Durant quarante ans, Bogdan Konopka a vécu en France mais il revenait régulièrement s’immerger dans sa Pologne natale avec laquelle il entretenait une relation à la fois distanciée et affective. Il avait décidé récemment de se replonger dans ses négatifs pour en extraire un portrait subjectif de son pays qui serait aussi l’ébauche d’une autobiographie. Les lieux, les personnes, les événements qui composent ce récit éclaté lui étaient tous familiers et appartiennent à l’Histoire nationale autant qu’à son histoire personnelle. Loin de nous proposer un reportage documentaire, il nous entraîne dans un conte dont le « il était une fois » s’ouvre sur un monde disparu, celui de la Pologne communiste, pour s’achever aujourd’hui sur un pays confronté au défi de l’intégration européenne.
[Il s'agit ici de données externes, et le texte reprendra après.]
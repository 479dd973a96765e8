/** Answers as JSON text: maps as plain objects, and never a number that JSON would turn into `null` unseen. */
import { Defect } from '../../core/api.ts';

/** One JSON document with a line end. */
export function jsonText(value: unknown): string {
  return `${JSON.stringify(value, checkedValue, 2)}\n`;
}

function checkedValue(this: unknown, key: string, value: unknown): unknown {
  if (typeof value === 'number' && !Number.isFinite(value))
    throw new Defect(`every answered number is finite (${key})`);
  if (value instanceof Map) return plainObject(value as ReadonlyMap<string, unknown>);
  return value;
}

/** An object keyed by ids, without a prototype, so that no id can reach anything but itself. */
export function plainObject<T>(map: ReadonlyMap<string, T>): Record<string, T> {
  const object = Object.create(null) as Record<string, T>;
  for (const [key, value] of map) object[key] = value;
  return object;
}
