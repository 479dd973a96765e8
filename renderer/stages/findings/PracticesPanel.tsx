/** The same job under two rule books: what each finds, side by side; only what differs is marked, what is alike is folded. */
import Box from '@mui/material/Box';
import { type ReactElement, type ReactNode, useMemo } from 'react';
import type { CheckReport, Finding, FindingPair, Practice } from '../../../core/api.ts';
import { comparePractices, formatQuantity, partNames, plainFields } from '../../../core/api.ts';
import { BasisText } from '../../controls/BasisText.tsx';
import { Chip, ChipRow } from '../../controls/Chips.tsx';
import { Folded } from '../../controls/Folded.tsx';
import { Quiet, Said } from '../../controls/Prose.tsx';
import { SeverityMark } from '../../controls/SeverityMark.tsx';
import { StudyPlace } from '../../controls/StudyPlace.tsx';
import { useOpenJob } from '../../state/openJob.ts';
import { practiceWords } from '../site/practiceWords.ts';
import { ruleTitle } from './findingList.ts';
import { changeView, useFindingsView } from './findingsView.ts';
import { useProtectionStudy } from './protectionStudies.ts';

export function PracticesPanel({ own }: { readonly own: CheckReport }): ReactElement {
  const practice = useOpenJob(({ job }) => (job.practiceAssumed === true ? null : job.practice));
  const { otherPractice } = useFindingsView();
  const other = otherPractice === practice ? null : otherPractice;
  const study = useProtectionStudy('practice', other === null ? null : { practice: other });
  if (practice === null) return <Quiet>Choose the rule book of this job first.</Quiet>;
  return (
    <>
      <Said>
        Judged by <strong>{nameOf(practice)}</strong>. Against which other book?
      </Said>
      <ChipRow aria-label="Second rule book">
        {practiceWords
          .filter((words) => words.practice !== practice)
          .map((words) => (
            <Chip key={words.practice} title={words.books}>
              <input
                type="radio"
                name="second-practice"
                checked={words.practice === other}
                onChange={() => changeView({ otherPractice: words.practice })}
              />
              <span>{words.name}</span>
            </Chip>
          ))}
      </ChipRow>
      {other !== null && (
        <StudyPlace study={study} doing="Judging the job by the other book" begin="Judge by the other book">
          {(report) => <Columns own={own} other={report} names={[nameOf(practice), nameOf(other)]} />}
        </StudyPlace>
      )}
    </>
  );
}

function nameOf(practice: Practice): string {
  return practiceWords.find((words) => words.practice === practice)?.name ?? practice;
}

interface ColumnsProps {
  readonly own: CheckReport;
  readonly other: CheckReport;
  readonly names: readonly [own: string, other: string];
}

function Columns({ own, other, names }: ColumnsProps): ReactElement {
  const { apart, alike } = useMemo(() => comparePractices(own, other), [own, other]);
  return (
    <Box sx={{ containerType: 'inline-size', mt: '0.5rem' }}>
      <Box component="h2" aria-live="polite" sx={{ m: 0, mb: '0.375rem', fontSize: '1.1875rem', fontWeight: 600 }}>
        {apart.length === 0
          ? 'The two books find the same'
          : `${apart.length === 1 ? 'One finding differs' : `${String(apart.length)} findings differ`} between the two books`}
      </Box>
      {apart.length > 0 && <Pairs pairs={apart} names={names} label="Findings that differ" />}
      <Folded title="The same under both" aside={alike.length}>
        {alike.length === 0 ? (
          <Quiet>Nothing is the same.</Quiet>
        ) : (
          <Pairs pairs={alike} names={names} label="Findings that are the same" />
        )}
      </Folded>
      <Quiet>
        Not done for want of a figure: {own.notChecked.length} by the first, {other.notChecked.length} by the second.
        The edition adopted where the system stands governs.
      </Quiet>
    </Box>
  );
}

interface PairsProps {
  readonly pairs: readonly FindingPair[];
  readonly names: ColumnsProps['names'];
  readonly label: string;
}

/** By the panel's own width in letters, so that large text counts as narrow too. */
const NARROW = '@container (max-width: 40rem)';

function Pairs({ pairs, names, label }: PairsProps): ReactElement {
  const job = useOpenJob((open) => open.job);
  return (
    <Box
      component="ol"
      aria-label={label}
      sx={{ m: 0, p: 0, listStyle: 'none', borderBottom: '1px solid var(--hair)' }}
    >
      {pairs.map((pair) => {
        const any = pair.own ?? pair.other;
        if (any === null) return null;
        const where = partNames(job, any.parts);
        return (
          <Box component="li" key={pair.key} sx={{ borderTop: '1px solid var(--hair)', padding: '0.375rem 0.25rem' }}>
            <Box sx={{ fontSize: '0.9375rem' }}>
              <strong>{where === '' ? 'System' : where}</strong> · {ruleTitle(any.rule)}
            </Box>
            <Box sx={TWO}>
              <Side name={names[0]} finding={pair.own} against={pair.other} />
              <Side name={names[1]} finding={pair.other} against={pair.own} />
            </Box>
          </Box>
        );
      })}
    </Box>
  );
}

const TWO = {
  display: 'grid',
  gridTemplateColumns: '1fr 1fr',
  gap: '0.25rem 1.5rem',
  fontSize: '0.8125rem',
  lineHeight: 1.35,
  [NARROW]: { gridTemplateColumns: 'minmax(0, 1fr)' },
} as const;

interface SideProps {
  readonly name: string;
  readonly finding: Finding | null;
  readonly against: Finding | null;
}

function Side({ name, finding, against }: SideProps): ReactElement {
  return (
    <Box sx={{ minWidth: 0 }}>
      <Box sx={{ color: 'var(--soft)' }}>{name}</Box>
      {finding === null ? (
        <Changed is>no such finding</Changed>
      ) : (
        <>
          <Box sx={{ display: 'flex', flexWrap: 'wrap', gap: '0.125rem 0.75rem', alignItems: 'baseline' }}>
            <Changed is={finding.severity !== against?.severity}>
              <SeverityMark severity={finding.severity} />
            </Changed>
            <span style={{ fontVariantNumeric: 'tabular-nums' }}>
              {formatQuantity(finding.measured)} ·{' '}
              <Changed is={finding.limit.value !== against?.limit.value}>limit {formatQuantity(finding.limit)}</Changed>
            </span>
          </Box>
          <BasisText text={plainFields(finding.basis)} status={finding.basisStatus} />
        </>
      )}
    </Box>
  );
}

/** What differs stands on a ground of its own with a foot, so that it is seen in grey too. */
function Changed({ is, children }: { readonly is: boolean; readonly children: ReactNode }): ReactElement {
  return (
    <span
      {...(is ? { 'data-differs': '' } : {})}
      style={
        is ? { backgroundColor: 'var(--lit)', boxShadow: 'inset 0 -2px 0 var(--copper)', paddingInline: '0.25rem' } : {}
      }
    >
      {children}
    </span>
  );
}
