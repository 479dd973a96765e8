/** A job file, or standard input, becomes a checked job. */
import { createReadStream, statSync } from 'node:fs';
import { type CheckedJob, parseJob } from '../../core/api.ts';
import { jobText, largestBytes } from '../files/jobText.ts';
import { collect, type FileIdentity, type Io } from './io.ts';
import { fileRefusal, JobRefusal } from './refusal.ts';

export interface JobRead {
  readonly job: CheckedJob;
  /** How the file is called in a message. */
  readonly name: string;
  /** The file itself, so that no answer is written over it. */
  readonly file: FileIdentity | undefined;
}

/** Reads and checks a job; throws a `Refusal` where the file cannot be read, a `JobRefusal` where the job has issues. */
export async function readJob(path: string, io: Io): Promise<JobRead> {
  const fromStdin = path === '-';
  const name = fromStdin ? 'standard input' : path;
  const { bytes, file } = fromStdin ? await stdinBytes(io) : await fileBytes(path);
  const text = jobText(bytes);
  if (!text.ok) throw new JobRefusal(name, text.issues);
  const read = parseJob(text.value);
  if (!read.ok) throw new JobRefusal(name, read.issues);
  return { job: read.value, name, file };
}

interface BytesRead {
  readonly bytes: Uint8Array;
  readonly file: FileIdentity | undefined;
}

async function stdinBytes(io: Io): Promise<BytesRead> {
  try {
    return { bytes: await io.readStdin(largestBytes), file: io.stdinFile() };
  } catch (error) {
    throw fileRefusal('Standard input cannot be read', error);
  }
}

async function fileBytes(path: string): Promise<BytesRead> {
  try {
    const { dev, ino } = statSync(path);
    return { bytes: await collect(createReadStream(path), largestBytes), file: { dev, ino } };
  } catch (error) {
    throw fileRefusal(`${path} cannot be read`, error);
  }
}
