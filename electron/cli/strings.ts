/** `strings`: does the bank work as one? Sharing, what flows at rest, joints, layouts, losses, ranges and weeks of use. */
import { type BatteryModel, studyStrings } from '../../core/api.ts';
import { tables } from '../../data/index.ts';
import { begin, print } from './commands.ts';
import type { Io } from './io.ts';
import { jsonText } from './jsonText.ts';
import { exitStatus } from './refusal.ts';
import { stringsAnswer } from './stringsAnswer.ts';
import { drawsOf, driftAsked, joinsOf, leadOf, type StringsOptions, seedOf } from './stringsOptions.ts';
import { stringsText } from './stringsText.ts';

const bothModels: readonly BatteryModel[] = ['slow', 'fast'];

export async function strings(path: string, options: StringsOptions, io: Io): Promise<number> {
  const [draws, seed, leadOhm] = [drawsOf(options), seedOf(options), leadOf(options)];
  const { read, job, cases } = await begin(path, options, io);
  const study = studyStrings({
    job,
    tables,
    cases,
    models: options.model === undefined ? bothModels : [options.model],
    joins: joinsOf(job, options),
    leadOhm,
    draws,
    seed,
    drift: driftAsked(job, options),
  });
  await print(options.json === true ? jsonText(stringsAnswer(study)) : stringsText(job, study), read, options, io);
  return study.cases.some(({ outcome }) => outcome === 'collapse') ? exitStatus.found : exitStatus.done;
}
Bogdan Konopka menait une œuvre rigoureuse à travers laquelle il explorait les limites mimétiques de l’outil photographique. Il photographiait d’abord pour savoir ce que ce médium, en transposant le monde, peut nous dire de lui. Dans l’univers qu’il nous révélait, la présence humaine se trouvait remplacée par les traces de son passage ou de son activité qu’il enregistrait à la chambre et qu’il recueillait dans de précieux tirages obtenus par contact du négatif.
Pour réaliser ce conte polonais, il s’est libéré des contraintes qu’il s’était lui-même imposées jusqu’ici : les personnages font une entrée en masse et les formats, du carré au panoramique, se diversifient en fonction des nécessités du sujet. Son approche pudique, empreinte de la bienveillance du regard rétrospectif, nous invite à partager des expériences vécues, moments forts ou instants de rien qui font image et s’impriment dans notre mémoire. Accompagnés simplement d’un nom de lieu et d’une date, ces scènes nécessitent souvent un temps d’interprétation, comme si le réel qui nous est montré n’allait pas de soi.

Bogdan Konopka nous propose un voyage au fil de ses quarante années de photographie qu’il revisite dans l’espoir d’y trouver peut-être le tracé d’un chemin au sein de son œuvre et de sa vie. Ce chemin s’est interrompu il y a quelques mois, avec la soudaineté d’un instantané, dans la pénombre d’une chambre noire. Le voyage, parvenu à son terme, est devenu bilan. L’œuvre s’est close avec la vie. En demeurera le souvenir de ces images grises. D’un gris-Konopka comme il y a un bleu-Klein. Un gris profond à s’y perdre : celui des grains d’argent travaillés en silence par les longues poses, celui infiniment subtil du tirage par contact. C’est le gris de la poussière que le temps dépose et qui unifie toute chose, celui de la cendre sous laquelle la braise éteinte est encore chaude, celui de l’entre-deux, de la dialectique des contraires, du noir et du blanc, du passé encore palpable dans le présent et de l’avenir en germe.